A New York Times piece on soaring CEO pay at one point noted how attaching most CEO pay to stock options is supposed to align CEO pay with shareholder interests:
“Executives at publicly traded companies receive most of their compensation in stock, an arrangement intended to align pay with the performance of a company’s share price. When the stock price goes up, the theory goes, investors and executives alike share in the gains.”
This would only be true if shareholders are able to determine the number of options and the structure of the package. The package could, for example, cap the amount of money that CEOs and other top executives get from options, or it could have the returns from options linked to the performance of other companies in the same industry. Tying pay to options in a context where CEOs and other top management largely control the boards that set their pay does not mean there is an alignment between CEO pay and shareholders’ interest.
If this is difficult to understand, imagine that cashiers at McDonald’s got paid in stock options, and the cashiers got to determine how many options they were awarded. By the theory described in the NYT piece, cashier’s pay would then be allied with shareholders’ interest. The piece actually provides evidence of this misalignment when noting that Starbuck’s shareholders voted down their CEO’s pay package, but since the vote was non-binding on the board of directors, the CEO’s pay was not affected. There is no shortage of examples of CEOs getting high pay that is in no obvious way related to returns to shareholders.
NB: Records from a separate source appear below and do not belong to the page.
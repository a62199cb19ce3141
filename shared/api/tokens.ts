import { z } from 'zod';

/** Prefix that tells API tokens apart from JWTs in the Authorization header. */
export const API_TOKEN_PREFIX = 'fwt_';

export const createApiTokenSchema = z.object({
  name: z
    .string({ message: 'expected a token name' })
    .trim()
    .min(1, { message: 'name must not be empty' })
    .max(100, { message: 'name must be at most 100 characters' }),
  scopes: z
    .array(
      z
        .string({ message: 'expected a scope name' })
        .regex(/^[a-z][a-z0-9:_-]{0,63}$/, { message: 'scope must be lower-case letters, digits, ":", "_" or "-"' }),
      { message: 'expected a list of scope names' },
    )
    .max(20, { message: 'at most 20 scopes' })
    .optional(),
});
export type CreateApiTokenRequest = z.infer<typeof createApiTokenSchema>;

export interface ApiToken {
  id: number;
  name: string;
  scopes: string[];
  createdAt: string;
  lastUsedAt: string | null;
  revokedAt: string | null;
}

export interface ApiTokenListResponse {
  tokens: ApiToken[];
}
export interface ApiTokenCreatedResponse {
  /** The secret, shown only in this answer; the server keeps its SHA-256 hash. */
  token: string;
  apiToken: ApiToken;
}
This matters because if CEOs are ripping off the companies that employ them, then shareholders should be allies in the effort to bring down CEO pay. The vast majority of the rise in inequality over the last four decades has been due to wage income being redistributed upward, not a shift from wages to profits. Soaring CEO pay is a big part of this story. When the CEO gets $20 million, the chief financial officer and other top execs are likely to be getting close to $10 million, and even third tier execs can be earning $2-3 million. This also affects pay in the non-corporate sector, where is now common for presidents of major foundations and universities to be paid well over $1 million a year. And, as fans of arithmetic know, more money going to the top means less money for everyone else.
The story would be very different if CEOs were paid 20 to 30 times the wages of ordinary workers, as was the case in the 1960s and 1970s. If shareholders can be empowered in ways that make them more able to control CEO pay, this could be a large step towards reducing income inequality.